Your task: Write out every line below that includes the word "planShip".

Items listed in a dataset
##############################
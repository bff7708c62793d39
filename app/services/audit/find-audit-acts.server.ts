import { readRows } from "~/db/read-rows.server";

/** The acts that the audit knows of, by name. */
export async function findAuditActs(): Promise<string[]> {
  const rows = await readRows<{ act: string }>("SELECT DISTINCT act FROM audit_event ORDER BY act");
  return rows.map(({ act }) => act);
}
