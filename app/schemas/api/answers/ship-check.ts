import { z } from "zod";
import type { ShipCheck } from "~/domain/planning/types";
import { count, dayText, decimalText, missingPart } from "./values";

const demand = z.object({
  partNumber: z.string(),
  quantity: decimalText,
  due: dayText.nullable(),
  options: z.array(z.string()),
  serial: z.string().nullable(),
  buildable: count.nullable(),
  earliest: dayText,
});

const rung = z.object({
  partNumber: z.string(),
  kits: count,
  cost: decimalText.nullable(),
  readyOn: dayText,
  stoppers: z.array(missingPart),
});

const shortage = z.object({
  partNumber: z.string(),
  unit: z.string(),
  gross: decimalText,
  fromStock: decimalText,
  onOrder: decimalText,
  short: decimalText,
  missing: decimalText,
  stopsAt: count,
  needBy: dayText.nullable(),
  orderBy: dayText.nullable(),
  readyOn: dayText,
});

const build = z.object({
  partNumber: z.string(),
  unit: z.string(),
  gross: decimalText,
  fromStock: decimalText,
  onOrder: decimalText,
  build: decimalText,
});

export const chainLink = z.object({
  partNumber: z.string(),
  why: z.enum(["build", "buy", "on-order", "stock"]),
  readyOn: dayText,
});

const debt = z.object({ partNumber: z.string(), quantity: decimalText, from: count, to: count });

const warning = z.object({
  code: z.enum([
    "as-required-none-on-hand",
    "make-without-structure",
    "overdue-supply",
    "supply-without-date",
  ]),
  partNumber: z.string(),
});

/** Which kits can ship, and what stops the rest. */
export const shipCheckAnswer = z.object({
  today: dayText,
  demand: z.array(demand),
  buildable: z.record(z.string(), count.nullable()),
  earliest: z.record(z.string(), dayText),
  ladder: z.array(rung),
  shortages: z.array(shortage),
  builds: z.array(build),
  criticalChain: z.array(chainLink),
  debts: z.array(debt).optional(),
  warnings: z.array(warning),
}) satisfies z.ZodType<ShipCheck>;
##############################
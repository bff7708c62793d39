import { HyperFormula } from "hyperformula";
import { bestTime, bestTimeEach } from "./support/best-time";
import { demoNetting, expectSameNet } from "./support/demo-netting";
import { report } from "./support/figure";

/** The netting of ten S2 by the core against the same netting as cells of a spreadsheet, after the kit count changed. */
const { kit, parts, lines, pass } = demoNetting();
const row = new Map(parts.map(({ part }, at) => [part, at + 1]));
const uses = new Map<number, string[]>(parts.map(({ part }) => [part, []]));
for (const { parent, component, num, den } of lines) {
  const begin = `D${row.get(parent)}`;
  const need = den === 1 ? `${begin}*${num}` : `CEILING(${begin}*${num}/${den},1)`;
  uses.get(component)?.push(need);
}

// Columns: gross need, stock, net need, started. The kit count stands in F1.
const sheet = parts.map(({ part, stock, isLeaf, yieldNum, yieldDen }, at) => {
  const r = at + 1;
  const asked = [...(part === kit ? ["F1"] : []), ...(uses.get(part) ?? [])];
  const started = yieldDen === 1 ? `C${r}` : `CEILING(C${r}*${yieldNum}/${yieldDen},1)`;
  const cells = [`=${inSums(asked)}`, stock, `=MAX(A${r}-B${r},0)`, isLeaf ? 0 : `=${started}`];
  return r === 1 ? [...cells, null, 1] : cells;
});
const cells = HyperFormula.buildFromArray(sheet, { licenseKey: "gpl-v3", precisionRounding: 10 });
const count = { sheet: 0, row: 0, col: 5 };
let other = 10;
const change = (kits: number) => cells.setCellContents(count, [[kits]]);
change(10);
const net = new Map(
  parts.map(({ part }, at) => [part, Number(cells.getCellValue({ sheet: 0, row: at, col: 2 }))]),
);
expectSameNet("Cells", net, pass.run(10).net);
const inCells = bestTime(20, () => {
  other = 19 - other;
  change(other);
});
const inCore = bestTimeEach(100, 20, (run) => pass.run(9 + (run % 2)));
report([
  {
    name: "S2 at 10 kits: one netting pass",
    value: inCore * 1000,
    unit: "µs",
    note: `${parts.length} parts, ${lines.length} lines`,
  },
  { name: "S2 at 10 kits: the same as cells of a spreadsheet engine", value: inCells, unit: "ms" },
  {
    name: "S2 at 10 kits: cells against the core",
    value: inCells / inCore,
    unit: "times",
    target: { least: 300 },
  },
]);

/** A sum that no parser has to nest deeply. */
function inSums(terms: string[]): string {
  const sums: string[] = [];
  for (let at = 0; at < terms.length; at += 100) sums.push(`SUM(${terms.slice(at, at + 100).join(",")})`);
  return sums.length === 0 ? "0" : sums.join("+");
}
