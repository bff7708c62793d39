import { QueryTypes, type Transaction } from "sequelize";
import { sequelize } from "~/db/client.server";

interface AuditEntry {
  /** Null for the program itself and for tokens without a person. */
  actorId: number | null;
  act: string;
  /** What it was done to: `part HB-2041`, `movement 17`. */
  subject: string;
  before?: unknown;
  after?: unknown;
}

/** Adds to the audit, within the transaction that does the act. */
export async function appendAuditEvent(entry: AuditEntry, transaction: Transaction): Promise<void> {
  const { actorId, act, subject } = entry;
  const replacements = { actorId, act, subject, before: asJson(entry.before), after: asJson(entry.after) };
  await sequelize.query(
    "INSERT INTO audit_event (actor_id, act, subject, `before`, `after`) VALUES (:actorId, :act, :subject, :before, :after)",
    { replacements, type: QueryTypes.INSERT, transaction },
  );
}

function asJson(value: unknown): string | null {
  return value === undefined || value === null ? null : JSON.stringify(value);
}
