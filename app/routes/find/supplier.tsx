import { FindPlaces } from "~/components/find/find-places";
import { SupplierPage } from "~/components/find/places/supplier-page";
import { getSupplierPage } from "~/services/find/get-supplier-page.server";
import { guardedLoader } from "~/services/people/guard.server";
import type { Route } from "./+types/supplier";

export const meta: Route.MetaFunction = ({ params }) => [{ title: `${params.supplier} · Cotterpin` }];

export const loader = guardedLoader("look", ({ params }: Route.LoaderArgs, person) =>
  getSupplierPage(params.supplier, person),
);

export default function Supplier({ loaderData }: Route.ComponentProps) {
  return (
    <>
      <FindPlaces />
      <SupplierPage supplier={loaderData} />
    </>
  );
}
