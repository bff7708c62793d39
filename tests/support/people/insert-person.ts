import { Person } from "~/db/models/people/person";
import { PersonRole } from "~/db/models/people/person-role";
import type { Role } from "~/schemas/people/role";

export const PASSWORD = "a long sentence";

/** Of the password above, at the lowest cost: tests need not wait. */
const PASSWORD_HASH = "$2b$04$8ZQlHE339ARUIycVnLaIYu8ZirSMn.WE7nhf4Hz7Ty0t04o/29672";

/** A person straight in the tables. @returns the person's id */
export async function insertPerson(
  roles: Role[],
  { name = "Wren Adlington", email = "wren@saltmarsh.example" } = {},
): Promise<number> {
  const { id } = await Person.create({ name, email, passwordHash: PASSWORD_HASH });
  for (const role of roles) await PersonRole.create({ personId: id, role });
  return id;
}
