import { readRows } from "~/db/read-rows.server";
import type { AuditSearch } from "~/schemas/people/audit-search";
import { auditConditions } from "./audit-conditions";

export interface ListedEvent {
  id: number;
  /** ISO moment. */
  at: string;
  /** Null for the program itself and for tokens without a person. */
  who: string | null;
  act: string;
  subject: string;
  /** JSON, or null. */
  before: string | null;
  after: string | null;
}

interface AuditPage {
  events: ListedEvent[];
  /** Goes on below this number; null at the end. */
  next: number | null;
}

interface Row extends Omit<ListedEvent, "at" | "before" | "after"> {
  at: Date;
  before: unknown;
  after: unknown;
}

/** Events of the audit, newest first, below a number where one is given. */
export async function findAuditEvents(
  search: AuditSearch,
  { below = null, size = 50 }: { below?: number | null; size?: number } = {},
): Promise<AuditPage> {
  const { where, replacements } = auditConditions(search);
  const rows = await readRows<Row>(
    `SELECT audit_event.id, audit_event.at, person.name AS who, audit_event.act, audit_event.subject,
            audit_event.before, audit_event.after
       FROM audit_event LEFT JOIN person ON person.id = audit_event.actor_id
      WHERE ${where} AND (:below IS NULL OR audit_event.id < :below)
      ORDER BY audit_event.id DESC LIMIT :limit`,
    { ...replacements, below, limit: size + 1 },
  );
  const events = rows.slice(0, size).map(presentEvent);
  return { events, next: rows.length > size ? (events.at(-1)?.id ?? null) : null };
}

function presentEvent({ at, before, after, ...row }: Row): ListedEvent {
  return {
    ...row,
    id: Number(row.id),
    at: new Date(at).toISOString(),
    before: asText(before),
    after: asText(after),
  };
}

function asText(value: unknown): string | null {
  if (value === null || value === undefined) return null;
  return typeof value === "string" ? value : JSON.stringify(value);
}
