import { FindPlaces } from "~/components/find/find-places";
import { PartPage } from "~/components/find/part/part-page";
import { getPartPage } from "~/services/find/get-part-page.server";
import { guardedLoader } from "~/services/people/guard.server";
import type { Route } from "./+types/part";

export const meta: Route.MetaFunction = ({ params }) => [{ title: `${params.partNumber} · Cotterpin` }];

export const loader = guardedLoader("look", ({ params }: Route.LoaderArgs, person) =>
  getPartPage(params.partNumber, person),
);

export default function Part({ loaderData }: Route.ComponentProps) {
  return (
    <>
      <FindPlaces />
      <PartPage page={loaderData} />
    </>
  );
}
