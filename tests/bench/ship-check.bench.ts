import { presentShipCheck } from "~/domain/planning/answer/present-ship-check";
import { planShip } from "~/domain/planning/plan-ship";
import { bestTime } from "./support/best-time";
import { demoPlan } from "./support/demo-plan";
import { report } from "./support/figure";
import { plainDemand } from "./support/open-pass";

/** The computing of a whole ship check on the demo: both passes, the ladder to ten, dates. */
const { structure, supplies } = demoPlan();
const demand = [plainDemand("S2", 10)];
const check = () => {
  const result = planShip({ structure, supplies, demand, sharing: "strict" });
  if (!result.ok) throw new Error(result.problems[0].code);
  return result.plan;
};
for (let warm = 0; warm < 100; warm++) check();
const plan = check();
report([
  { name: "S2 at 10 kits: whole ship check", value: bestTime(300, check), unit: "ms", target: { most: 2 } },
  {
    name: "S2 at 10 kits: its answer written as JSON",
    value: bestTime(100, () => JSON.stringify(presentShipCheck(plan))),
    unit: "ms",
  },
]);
##############################
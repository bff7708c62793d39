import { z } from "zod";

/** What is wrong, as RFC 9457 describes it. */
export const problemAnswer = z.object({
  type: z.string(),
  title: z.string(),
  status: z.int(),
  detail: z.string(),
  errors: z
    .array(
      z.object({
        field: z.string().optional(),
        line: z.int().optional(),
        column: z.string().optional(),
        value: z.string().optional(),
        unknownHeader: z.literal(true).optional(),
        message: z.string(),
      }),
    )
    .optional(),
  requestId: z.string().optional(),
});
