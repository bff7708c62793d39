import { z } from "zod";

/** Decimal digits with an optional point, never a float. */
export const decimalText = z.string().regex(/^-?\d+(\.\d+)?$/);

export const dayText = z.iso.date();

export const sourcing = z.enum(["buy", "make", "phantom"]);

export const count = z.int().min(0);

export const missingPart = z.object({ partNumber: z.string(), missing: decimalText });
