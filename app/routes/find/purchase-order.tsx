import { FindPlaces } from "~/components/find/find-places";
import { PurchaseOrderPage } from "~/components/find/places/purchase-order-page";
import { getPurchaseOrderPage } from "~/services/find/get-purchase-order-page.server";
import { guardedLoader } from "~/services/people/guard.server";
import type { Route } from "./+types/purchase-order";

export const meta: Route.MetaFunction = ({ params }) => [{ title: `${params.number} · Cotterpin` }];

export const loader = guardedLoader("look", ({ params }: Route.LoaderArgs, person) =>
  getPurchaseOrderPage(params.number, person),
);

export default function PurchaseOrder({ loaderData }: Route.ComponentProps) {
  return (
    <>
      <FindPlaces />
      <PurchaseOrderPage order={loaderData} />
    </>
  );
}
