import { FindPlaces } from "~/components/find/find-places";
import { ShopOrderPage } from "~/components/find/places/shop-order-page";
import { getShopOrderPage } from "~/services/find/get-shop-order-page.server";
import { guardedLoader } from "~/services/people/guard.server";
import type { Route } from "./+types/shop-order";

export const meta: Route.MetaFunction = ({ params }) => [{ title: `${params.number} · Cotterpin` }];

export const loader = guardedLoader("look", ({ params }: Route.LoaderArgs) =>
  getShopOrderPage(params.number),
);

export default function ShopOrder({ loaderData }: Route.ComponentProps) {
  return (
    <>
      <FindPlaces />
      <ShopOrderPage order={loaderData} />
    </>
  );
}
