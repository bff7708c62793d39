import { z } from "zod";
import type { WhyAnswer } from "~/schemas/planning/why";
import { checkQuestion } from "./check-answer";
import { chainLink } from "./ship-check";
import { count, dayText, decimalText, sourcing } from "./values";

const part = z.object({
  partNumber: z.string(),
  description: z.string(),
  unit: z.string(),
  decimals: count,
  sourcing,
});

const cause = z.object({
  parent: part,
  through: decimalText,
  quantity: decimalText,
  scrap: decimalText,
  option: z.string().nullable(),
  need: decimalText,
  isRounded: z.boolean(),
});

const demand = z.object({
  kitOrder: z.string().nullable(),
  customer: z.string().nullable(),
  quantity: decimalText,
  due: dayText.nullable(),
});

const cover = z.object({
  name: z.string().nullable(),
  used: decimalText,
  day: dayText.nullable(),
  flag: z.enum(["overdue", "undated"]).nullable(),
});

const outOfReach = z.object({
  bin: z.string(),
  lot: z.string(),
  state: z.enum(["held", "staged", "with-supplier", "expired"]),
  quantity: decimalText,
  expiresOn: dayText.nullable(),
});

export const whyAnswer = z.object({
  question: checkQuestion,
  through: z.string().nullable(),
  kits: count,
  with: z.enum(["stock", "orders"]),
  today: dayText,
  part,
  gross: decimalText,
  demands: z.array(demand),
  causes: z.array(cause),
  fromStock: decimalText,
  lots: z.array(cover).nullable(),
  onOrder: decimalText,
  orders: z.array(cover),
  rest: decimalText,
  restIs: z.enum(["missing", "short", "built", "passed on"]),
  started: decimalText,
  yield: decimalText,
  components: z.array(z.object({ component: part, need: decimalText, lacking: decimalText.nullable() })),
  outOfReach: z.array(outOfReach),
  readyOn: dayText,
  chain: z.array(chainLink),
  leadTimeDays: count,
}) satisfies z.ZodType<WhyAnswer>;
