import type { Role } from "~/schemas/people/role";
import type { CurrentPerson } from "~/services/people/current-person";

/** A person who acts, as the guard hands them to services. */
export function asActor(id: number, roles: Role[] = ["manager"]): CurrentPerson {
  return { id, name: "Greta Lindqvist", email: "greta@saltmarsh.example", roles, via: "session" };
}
##############################
Answer to the problem:
import { planShip } from "~/domain/planning/plan-ship";
  const result = planShip({ structure, supplies, demand, sharing: "strict" });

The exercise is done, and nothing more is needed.